Погуляв еще немного, я возвратился к Зуровым, и хотя час обеда приближался, но ни слуги, ни господа не думали об том. Алексей Петрович занимался с старшими детьми приведением в порядок рыболовного снаряда; Марья Александровна что-то писала. Я заглянул в бумагу и прочитал сверху надпись крупными словами: «Реестр серебру, столовому белью и посуде, назначенным на сие лето для загородных прогулок».

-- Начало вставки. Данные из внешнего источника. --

//! Target lines, read exactly.

use dashu_ratio::RBig;
use serde::{Deserialize, Deserializer};
use serde_json::value::RawValue;

use crate::exact::decimal;
use crate::machine::Amount;
use crate::space;

/// Longest target line, bytes.
const MAX_LINE: usize = 1 << 16;
/// Most axes of a target.
const MAX_CONES: usize = 16;
/// How far a written rotation may be from one: largest difference of an entry, or of a
/// quaternion's length from 1.
const MAX_ERROR: (i64, i64) = (1, 1000);

/// Why a target line is not read.
#[derive(Clone, Debug, PartialEq, Eq, thiserror::Error)]
pub enum TargetError {
    /// No JSON object of the known fields, or one of them is of the wrong shape.
    #[error("{0}")]
    Syntax(String),
    /// A field is wrong.
    #[error("{field}: {reason}")]
    Field {
        /// Its name.
        field: &'static str,
        /// What is wrong.
        reason: &'static str,
    },
}

/// A wanted orientation as written.
#[derive(Clone, Debug, PartialEq, Eq)]
pub enum Written {
    /// w, x, y, z of nearly unit length.
    Quaternion([RBig; 4]),
    /// Row by row, nearly a rotation.
    Matrix([RBig; 9]),
    /// `Rz(yaw) Ry(pitch) Rx(roll)`.
    RollPitchYaw([Amount; 3]),
}

/// One axis within an angle of a direction.
#[derive(Clone, Debug, PartialEq, Eq)]
pub struct Cone {
    /// In the tip frame, of any length but zero.
    pub tip: [RBig; 3],
    /// In the base frame, of any length but zero.
    pub base: [RBig; 3],
    /// Largest angle between them, not negative.
    pub within: Amount,
}

/// What is asked of the orientation.
#[derive(Clone, Debug, PartialEq, Eq)]
pub enum Orientation {
    /// Nothing.
    Free,
    /// An orientation within an angle.
    Near(Box<Written>, Amount),
    /// Axes within angles.
    Cones(Vec<Cone>),
}

/// A target; two are equal if they say the same.
#[derive(Clone, Debug, PartialEq, Eq)]
pub struct Target {
    /// Its name, if written.
    pub id: Option<String>,
    /// Its tip, if written.
    pub tip: Option<String>,
    /// Middle of the box.
    pub xyz: [RBig; 3],
    /// Half-widths of the box.
    pub within: [RBig; 3],
    /// What is asked of the orientation.
    pub orientation: Orientation,
}

type Raw = Option<Box<RawValue>>;

/// A value that is there, `null` included.
fn present<'de, D: Deserializer<'de>>(deserializer: D) -> Result<Raw, D::Error> {
    Box::<RawValue>::deserialize(deserializer).map(Some)
}

#[derive(Deserialize)]
#[serde(deny_unknown_fields)]
struct Line {
    #[serde(default, deserialize_with = "present")]
    id: Raw,
    #[serde(default, deserialize_with = "present")]
    tip: Raw,
    xyz: Box<RawValue>,
    xyz_within: Box<RawValue>,
    #[serde(default, deserialize_with = "present")]
    quat: Raw,
    #[serde(default, deserialize_with = "present")]
    rotation: Raw,
    #[serde(default, deserialize_with = "present")]
    rpy: Raw,
    #[serde(default, deserialize_with = "present")]
    rpy_deg: Raw,
    #[serde(default, deserialize_with = "present")]
    turn_within: Raw,
    #[serde(default, deserialize_with = "present")]
    turn_within_deg: Raw,
    #[serde(default, deserialize_with = "present")]
    axis: Raw,
}

#[derive(Deserialize)]
#[serde(deny_unknown_fields)]
struct AxisFields {
    tip: Box<RawValue>,
    base: Box<RawValue>,
    #[serde(default, deserialize_with = "present")]
    within: Raw,
    #[serde(default, deserialize_with = "present")]
    within_deg: Raw,
}

impl Target {
    /// Reads one line of a targets file. Cost: linear.
    ///
    /// # Errors
    ///
    /// The first flaw found.
    pub fn read(line: &str) -> Result<Self, TargetError> {
        if line.len() > MAX_LINE {
            return Err(TargetError::Syntax("too long".to_owned()));
        }
        let line: Line = parse(line)?;
        let within = match list::<3>("xyz_within", &line.xyz_within) {
            Ok(within) => within,
            Err(_) => {
                let width = number("xyz_within", &line.xyz_within)?;
                [width.clone(), width.clone(), width]
            }
        };
        if within.iter().any(|width| *width < RBig::ZERO) {
            return flaw("xyz_within", "must not be negative");
        }
        Ok(Self {
            id: line.id.as_deref().map(|id| text("id", id)).transpose()?,
            tip: line
                .tip
                .as_deref()
                .map(|tip| text("tip", tip))
                .transpose()?,
            xyz: list("xyz", &line.xyz)?,
            within,
            orientation: orientation(&line)?,
        })
    }
}

fn orientation(line: &Line) -> Result<Orientation, TargetError> {
    let mut asked = Vec::new();
    if let Some(raw) = &line.quat {
        let quaternion: [RBig; 4] = list("quat", raw)?;
        // |n - 1| <= e means (1 - e)^2 <= n^2 <= (1 + e)^2.
        let square = space::square(&quaternion);
        let error = RBig::from_parts(MAX_ERROR.0.into(), MAX_ERROR.1.unsigned_abs().into());
        let (low, high) = (RBig::ONE - &error, RBig::ONE + &error);
        if square < &low * &low || square > &high * &high {
            return flaw("quat", "must be of unit length");
        }
        asked.push(Written::Quaternion(quaternion));
    }
    if let Some(raw) = &line.rotation {
        asked.push(Written::Matrix(list("rotation", raw)?));
    }
    if let Some(raw) = &line.rpy {
        asked.push(Written::RollPitchYaw(list("rpy", raw)?.map(Amount::plain)));
    }
    if let Some(raw) = &line.rpy_deg {
        asked.push(Written::RollPitchYaw(
            list("rpy_deg", raw)?.map(Amount::degrees),
        ));
    }
    let within = angle("turn_within", &line.turn_within, &line.turn_within_deg)?;
    match (asked.pop(), within, &line.axis) {
        _ if !asked.is_empty() => flaw("quat", "more than one orientation"),
        (None, None, None) => Ok(Orientation::Free),
        (None, None, Some(raw)) => cones(raw),
        (Some(written), Some(within), None) => Ok(Orientation::Near(Box::new(written), within)),
        (Some(_), None, _) => flaw("turn_within", "missing"),
        (None, Some(_), _) => flaw("turn_within", "given without an orientation"),
        (Some(_), Some(_), Some(_)) => flaw("axis", "given beside an orientation"),
    }
}

fn cones(raw: &RawValue) -> Result<Orientation, TargetError> {
    let list: Vec<AxisFields> = if raw.get().starts_with('[') {
        parse(raw.get())?
    } else {
        vec![parse(raw.get())?]
    };
    if list.is_empty() || list.len() > MAX_CONES {
        return flaw("axis", "too many or too few");
    }
    let cone = |fields: &AxisFields| {
        Ok(Cone {
            tip: axis(&fields.tip)?,
            base: axis(&fields.base)?,
            within: match angle("within", &fields.within, &fields.within_deg)? {
                Some(within) => within,
                None => return flaw("within", "missing"),
            },
        })
    };
    list.iter()
        .map(cone)
        .collect::<Result<_, _>>()
        .map(Orientation::Cones)
}

fn axis(raw: &RawValue) -> Result<[RBig; 3], TargetError> {
    let axis = list("axis", raw)?;
    if axis.iter().all(|number| *number == RBig::ZERO) {
        return flaw("axis", "must not be zero");
    }
    Ok(axis)
}

/// An angle in one of two units, not negative.
fn angle(field: &'static str, plain: &Raw, degrees: &Raw) -> Result<Option<Amount>, TargetError> {
    let (number, amount) = match (plain, degrees) {
        (Some(_), Some(_)) => return flaw(field, "given in both units"),
        (Some(raw), None) => {
            let number = number(field, raw)?;
            (number.clone(), Amount::plain(number))
        }
        (None, Some(raw)) => {
            let number = number(field, raw)?;
            (number.clone(), Amount::degrees(number))
        }
        (None, None) => return Ok(None),
    };
    if number < RBig::ZERO {
        return flaw(field, "must not be negative");
    }
    Ok(Some(amount))
}

fn flaw<T>(field: &'static str, reason: &'static str) -> Result<T, TargetError> {
    Err(TargetError::Field { field, reason })
}

fn parse<'a, T: Deserialize<'a>>(text: &'a str) -> Result<T, TargetError> {
    serde_json::from_str(text).map_err(|error| TargetError::Syntax(error.to_string()))
}

fn text(field: &'static str, raw: &RawValue) -> Result<String, TargetError> {
    serde_json::from_str(raw.get()).or_else(|_| flaw(field, "must be a text"))
}

fn number(field: &'static str, raw: &RawValue) -> Result<RBig, TargetError> {
    match decimal::parse(raw.get()) {
        Some(number) => Ok(number),
        None => flaw(field, "must be a number"),
    }
}

fn list<const N: usize>(field: &'static str, raw: &RawValue) -> Result<[RBig; N], TargetError> {
    let list: Vec<&RawValue> = match serde_json::from_str(raw.get()) {
        Ok(list) => list,
        Err(_) => return flaw(field, "must be a list of numbers"),
    };
    let numbers: Result<Vec<RBig>, _> = list.iter().map(|raw| number(field, raw)).collect();
    match numbers?.try_into() {
        Ok(numbers) => Ok(numbers),
        Err(_) => flaw(field, "must have another length"),
    }
}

«Ого! – подумал я, – да приготовления-то идут не на шутку!»
41
А еще подальше Феклуша штопала серые чулки под цвет пыли, тоже для прогулок. Марья Александровна приветствовала меня зевотою.
– Иван Степаныч вас ждет в бильярдной, – сказала она. – Теперь еще рано: он просит сыграть с ним партию.